Key takeaways
The Australian housing market is often viewed as undersupplied, yet there are instances of declining home values, particularly in areas like Melbourne.
There's a distinction between the market for purchasing housing and the actual need for housing as a place to live. While market demand may fluctuate based on factors like credit conditions and consumer confidence, the fundamental need for housing remains.
Despite claims of undersupply, some markets experience an oversupply of housing, leading to decreased purchasing values. This oversupply may not necessarily reflect the actual demand for housing as a place to live.
Policies that affect housing affordability, such as interest rates and social housing initiatives, play a crucial role in addressing housing challenges and balancing market dynamics.
The current state of the Australian housing market is often characterised as undersupplied.
Supply is at the centre of government policy approaches to housing, and the latest reporting from Housing Australia estimates a supply shortfall of over 100,000 dwellings by the end of 2028.
Despite a purported lack of housing, some dwelling markets are declining in value, which is often explained by an ‘oversupply’ of housing.
In Melbourne for example, home values declined - 0.9% in the three months to January.
This has occurred alongside a rise in total listing numbers, giving prospective buyers more choice, and therefore more leverage to negotiate prices down.
So how are these two ideas reconciled?
Demand for housing in Melbourne is seemingly sluggish and listings are accumulating, while at the same time, the political discourse about the critical undersupply of housing is louder than ever.

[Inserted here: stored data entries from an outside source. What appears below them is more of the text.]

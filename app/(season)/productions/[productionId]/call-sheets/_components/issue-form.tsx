"use client";

import { useRouter } from "next/navigation";
import { ActionForm } from "@/components/forms/action-form";
import { useActionForm } from "@/components/forms/use-action-form";
import { Field } from "@/components/ui/field";
import { Textarea } from "@/components/ui/textarea";
import { issueSheet } from "../actions";

type Props = {
  productionId: string;
  localDate: string;
  seen: string;
  number: number;
  concerns: number;
};

/** Sends the sheet as it stands, with notes for everyone. */
export function IssueForm({ productionId, localDate, seen, number, concerns }: Props) {
  const router = useRouter();
  const state = useActionForm({
    schema: () => import("@/lib/schemas/sheets").then((m) => m.issueSheetSchema),
    // What was seen is what the page shows now, also after it was loaded again.
    action: (input) => issueSheet({ ...input, seen }),
    defaultValues: { productionId, localDate, seen, notes: "" },
    onDone: ({ issueId }) =>
      router.push(`/productions/${productionId}/call-sheets/issues/${issueId}`),
  });
  return (
    <ActionForm state={state} submitLabel={`Issue ${String(number)}`} pendingLabel="Sending">
      <Field
        label="Notes for everyone"
        optional
        hint="One a line, such as what to bring."
        error={state.form.formState.errors.notes?.message}
      >
        <Textarea rows={3} {...state.form.register("notes")} />
      </Field>
      <p className="text-sm text-ink-2">
        {concerns === 1 ? "One person is" : `${String(concerns)} people are`} told by e-mail. An
        issue cannot be altered afterwards; a change makes the next one.
      </p>
    </ActionForm>
  );
}
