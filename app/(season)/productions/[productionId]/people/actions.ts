"use server";

import { revalidatePath } from "next/cache";
import { defineAction } from "@/lib/auth/define-action";
import * as peopleData from "@/lib/data/people";
import { endPositionSchema, invitePersonSchema } from "@/lib/schemas/people";

const PAGE = "/productions/[productionId]/people";

/** Puts someone into a position and sends the invitation; the same person again only sends it again. */
export const invitePerson = defineAction({ input: invitePersonSchema }, async (input, actor) => {
  const personId = await peopleData.invitePerson(actor, input);
  revalidatePath(PAGE, "page");
  return { personId };
});

export const endPosition = defineAction({ input: endPositionSchema }, async (input, actor) => {
  await peopleData.endPosition(actor, input);
  revalidatePath(PAGE, "page");
});

export const reopenPosition = defineAction({ input: endPositionSchema }, async (input, actor) => {
  await peopleData.reopenPosition(actor, input);
  revalidatePath(PAGE, "page");
});
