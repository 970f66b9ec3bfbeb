import type { Metadata } from "next";
import { PositionGroups } from "@/app/(season)/_components/position-groups";
import { InvitePerson } from "@/app/(season)/_components/invite-person";
import { PageTitle } from "@/components/layout/page-title";
import { orNotFound } from "@/lib/auth/deny";
import { pageActor } from "@/lib/auth/get-actor";
import { productionFor } from "@/lib/data/guard";
import { listProductionPeople } from "@/lib/data/people";
import { can } from "@/lib/permissions/can";
import { PRODUCTION_POSITIONS } from "@/lib/schemas/people";
import { endPosition, invitePerson, reopenPosition } from "./actions";

export const metadata: Metadata = { title: "People" };

export default async function PeoplePage({
  params,
}: PageProps<"/productions/[productionId]/people">) {
  const { productionId } = await params;
  const actor = await pageActor(`/productions/${productionId}/people`);
  const scope = await orNotFound(productionFor(actor, productionId, "people:read"));
  const people = await listProductionPeople(actor, scope.id);
  const subject = { companyId: scope.companyId, productionId: scope.id };
  const mayManage = can(actor, "positions:manage", subject);
  const into = { companyId: scope.companyId, productionId: scope.id };
  const persons = new Set(people.map((person) => person.personId)).size;
  return (
    <>
      <PageTitle
        title="People"
        sub={`${String(persons)} ${persons === 1 ? "person" : "people"}. A position decides what someone sees and does in this production.${can(actor, "contacts:read", subject) ? "" : " Contacts are with the stage manager and the music director."}`}
        {...(mayManage && {
          actions: (
            <InvitePerson
              into={into}
              kinds={PRODUCTION_POSITIONS}
              invite={invitePerson}
              description="They get a link by e-mail that signs them in, and see what their position needs. Someone the company knows already keeps their record."
            />
          ),
        })}
      />
      <PositionGroups
        people={people}
        mayManage={mayManage}
        into={into}
        invite={invitePerson}
        end={endPosition}
        reopen={reopenPosition}
      />
    </>
  );
}
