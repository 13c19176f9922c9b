import type { Box } from '../tube/box.js';
import { MEASURE } from '../tube/measure.js';
import type { Section } from '../tube/section.js';
import type { Span } from '../tube/span.js';
import type { Check, Limit, Pair, Proportion } from './check.js';

/** θ = T·L/(G·J) end to end at limit load, against a greatest twist; rad. */
export class Twist implements Check {
  readonly limit = 'twist';
  readonly proportion: Proportion;
  private readonly moment = Number.NaN;

  /**
   * @param load index of the load case
   * @param torque T, N·m, either hand
   * @param length L, m
   * @param shearModulus G, Pa
   * @param twistMax θ_max end to end, rad
   */
  constructor(
    readonly load: number | null,
    torque: number,
    length: number,
    shearModulus: number,
    private readonly twistMax: number,
  ) {
    this.moment = (Math.abs(torque) * length) / shearModulus;
    this.proportion = { measure: MEASURE.perSecondMoment, factor: this.moment / twistMax / 2 };
  }

  utilisation(at: Section): number {
    return this.proportion.factor * at.perSecondMoment;
  }

  bound(over: Box, out: Span): void {
    out.scaled(over.perSecondMoment, this.proportion.factor);
  }

  pair(at: Section): Pair {
    return { demand: this.moment / at.polarMoment, capacity: this.twistMax, interaction: false };
  }
}

/** Twist of the tube from end to end, no factor on load. */
export const twist: Limit = {
  id: 'twist',
  label: 'twist',
  unit: 'rad',
  formula: 'U = θ/θ_max, θ = T·L/(G·J) at limit load',
  source: 'Saint-Venant torsion of a round tube, exact',
  prepare: ({ loads, tube }, metal) =>
    loads.flatMap(({ torque, twistMax }, index) =>
      torque === 0 || twistMax === null ? [] : [new Twist(index, torque, tube.length, metal.shearModulus, twistMax)],
    ),
};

The answer is in recognising that there is a difference between the market for purchasing housing and the need for somewhere to live.
Terms around supply and demand may be conflated across the two conversations, but they can be distinct from each other.
The market for purchasing housing can be characterised as the amount of housing available for sale, and the number of people interested in buying.
The desire to buy housing is shaped by things like credit conditions, consumer confidence, income, savings, capital growth prospects, rent return and tax settings.
But whether or not housing looks attractive to buy as an asset is different to needing somewhere to live.
Returning to Melbourne as an example, CoreLogic estimates there were 81,203 dwelling sales in the 2023 calendar year, which represents the market demand of those who were willing and able to buy housing.
But the amount of ‘supply’, or the number of new listings added to the market in the period was even higher, at over 90,000.
In this sense, the market was indeed oversupplied in 2023, which caused purchasing values to come down slightly.
But demand from the perspective of people needing somewhere to live is very different in Melbourne.
Population growth in Melbourne is likely to have increased markedly in 2023, with the city historically attracting around 30% of the country’s net overseas migration, according to ABS regional population data.
In November last year, rental vacancy rates across Melbourne were less than 1%, compared to a historic five-year average of 2.2%.
Rent values in Melbourne increased 10.7% in 2023.
Homes Victoria data suggests that state-wide, there was a 4.7% increase in new housing applicants resulting from homelessness in the year to June.
Each of these factors points to increased housing demand, even if the people who need these homes are not in a position to buy.
In fact, private rental market values can be a pretty good proxy for the more fundamental need for housing, because the private rental market is the most common fallback for people who cannot, or are not willing, to buy housing.
This helps to explain why changes in rent values and home purchasing values have differed over the past few years.
The change in purchase values fluctuated amid changes in policy settings, while rents moved consistently higher.
So what does it mean when the fundamental demand for housing is strong, but purchasing demand is low?
And what can we glean from slowing capital growth, and purchase values falling in some markets, while rent values continue to rise at persistently strong levels?
It probably means that buyer demand will be particularly sensitive to changes in interest rates, or other aspects of demand that make that make it easier to go from renting to owning.
For example, a reduction in mortgage rates, or the serviceability assessment buffer, would increase borrowing capacity for lower-income households, boosting the number of buyers in the market.
Value falls in the Melbourne market will also start to flatten out once prices are low enough to entice buyers.
Remembering that the supply and demand of dwellings can mean different things from a market perspective and a social perspective is also important.
It helps to avoid conflating a decline in dwelling values as a step toward solving the housing crisis, and acknowledging that some households will never be in the market to buy.
In these cases, it is important to have a consistent supply of social housing outside of market fluctuations, to ensure adequate housing for those that just need somewhere to live.